ModelStandard inputOutputExtended context
gpt-5.4$2.50 / MTok$15.00 / MTok$5.00 / MTok (272K–1M)
gpt-5.2 (retiring)N/A after June 5

Builder Action Checklist

Before June 5 (retirement deadline):

  • Search your codebase for gpt-5.2 and gpt-5.2-thinking model strings
  • Replace with gpt-5.4 in all production call sites
  • Run a smoke test against the Responses API if you are migrating from Chat Completions at the same time
  • Update any hardcoded model references in environment variables or config files

Optional GPT-5.4 upgrades (do after migration is stable):

  • If you have 4+ MCP servers registered: add {"type": "tool_search"} to your tools array and measure token reduction on your actual workload
  • If you have tasks that would benefit from > 272K context: test against 1M token window, compare cost against decomposition alternatives
  • If you have any legacy-UI automation tasks (apps without APIs): evaluate native computer-use as a replacement for your current brittle workarounds

Bottom Line

GPT-5.2 Thinking stops accepting requests on June 5. Updating the model name takes five minutes.
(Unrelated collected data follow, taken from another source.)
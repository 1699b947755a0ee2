/*
 * Copyright (c) 2026 Apertura contributors.
 * SPDX-License-Identifier: EPL-2.0
 */
package org.apertura.layout.tests.gds;

import static org.junit.jupiter.api.Assertions.assertArrayEquals;
import static org.junit.jupiter.api.Assertions.assertEquals;
import static org.junit.jupiter.api.Assertions.assertTrue;

import java.io.ByteArrayInputStream;
import java.io.ByteArrayOutputStream;
import java.io.IOException;
import java.nio.file.Files;
import java.nio.file.Path;
import java.util.stream.Stream;

import org.apertura.layout.gds.GdsReader;
import org.apertura.layout.gds.GdsWriter;
import org.apertura.layout.model.Element;
import org.apertura.layout.model.Library;
import org.apertura.layout.tests.LayoutSamples;
import org.apertura.layout.tests.TestData;
import org.apertura.layout.xmi.LayoutResources;
import org.eclipse.emf.ecore.util.EcoreUtil;
import org.junit.jupiter.api.Test;
import org.junit.jupiter.api.io.TempDir;
import org.junit.jupiter.params.ParameterizedTest;
import org.junit.jupiter.params.provider.MethodSource;

/**
 * read(write(x)) equals x, compared with EMF's structural equality (EcoreUtil.equals: every
 * attribute, containment and cell reference), for every element kind and for every real file.
 */
class RoundTripTest {

    static byte[] write(Library lib) throws IOException {
        ByteArrayOutputStream out = new ByteArrayOutputStream();
        GdsWriter.write(lib, out);
        return out.toByteArray();
    }

    static Library read(byte[] bytes) throws IOException {
        return GdsReader.read(new ByteArrayInputStream(bytes), "memory.gds").library();
    }

    @Test
    void everyElementKindSurvivesWriteAndRead() throws IOException {
        Library original = LayoutSamples.everyElementKind();
        Library back = read(write(original));
        assertTrue(EcoreUtil.equals(original, back), () -> "differs: " + describe(back));
        // the same holds element by element, so a failure above names the kind
        for (int c = 0; c < original.getCells().size(); c++) {
            for (int i = 0; i < original.getCells().get(c).getElements().size(); i++) {
                Element e = original.getCells().get(c).getElements().get(i);
                Element f = back.getCells().get(c).getElements().get(i);
                assertTrue(new EcoreUtil.EqualityHelper().equals(e, f), e.eClass().getName() + " " + i);
            }
        }
    }

    @Test
    void writerIsDeterministic() throws IOException {
        Library original = LayoutSamples.everyElementKind();
        assertArrayEquals(write(original), write(read(write(original))));
    }

    static Stream<Path> allFiles() {
        return TestData.allGdsFiles().stream();
    }

    @ParameterizedTest(name = "{0}")
    @MethodSource("allFiles")
    void realFilesSurviveWriteAndRead(Path file) throws IOException {
        Library original = GdsReader.read(file).library();
        Library back = read(write(original));
        assertTrue(EcoreUtil.equals(original, back));
    }

    @Test
    void xmiIsTheNativeFormatAndRoundTripsToo(@TempDir Path dir) throws IOException {
        Library original = LayoutSamples.everyElementKind();
        Path file = dir.resolve("sample." + LayoutResources.FILE_EXTENSION);
        LayoutResources.save(EcoreUtil.copy(original), file);
        assertTrue(Files.readString(file).contains("http://apertura.org/layout/1.0"));
        Library back = LayoutResources.load(file);
        assertTrue(EcoreUtil.equals(original, back));
        // and the XMI copy writes the same GDSII bytes
        assertArrayEquals(write(original), write(back));
    }

    @Test
    void realLibraryThroughXmi(@TempDir Path dir) throws IOException {
        Library original = GdsReader.read(TestData.file("sky130_fd_sc_hd/sky130_fd_sc_hd__inv_1.gds")).library();
        Path file = dir.resolve("inv_1.aplayout");
        LayoutResources.save(EcoreUtil.copy(original), file);
        assertTrue(EcoreUtil.equals(original, LayoutResources.load(file)));
        assertEquals(1, LayoutResources.load(file).getCells().size());
    }

    private static String describe(Library lib) {
        StringBuilder sb = new StringBuilder();
        lib.getCells().forEach(c -> c.getElements().forEach(e -> sb.append(e).append('\n')));
        return sb.toString();
    }
}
Leaving it until June 5 risks a production outage over a trivial change.

Once you have migrated, Tool Search is the feature most likely to reduce your monthly bill if you run MCP-heavy agents — 47% token reduction on MCP Atlas is not a marginal improvement. It requires no prompt changes, no architecture changes, and no additional API surface to learn. It is a one-line addition to your tools array that pays for itself on any workload where the model uses a small fraction of registered tools per request.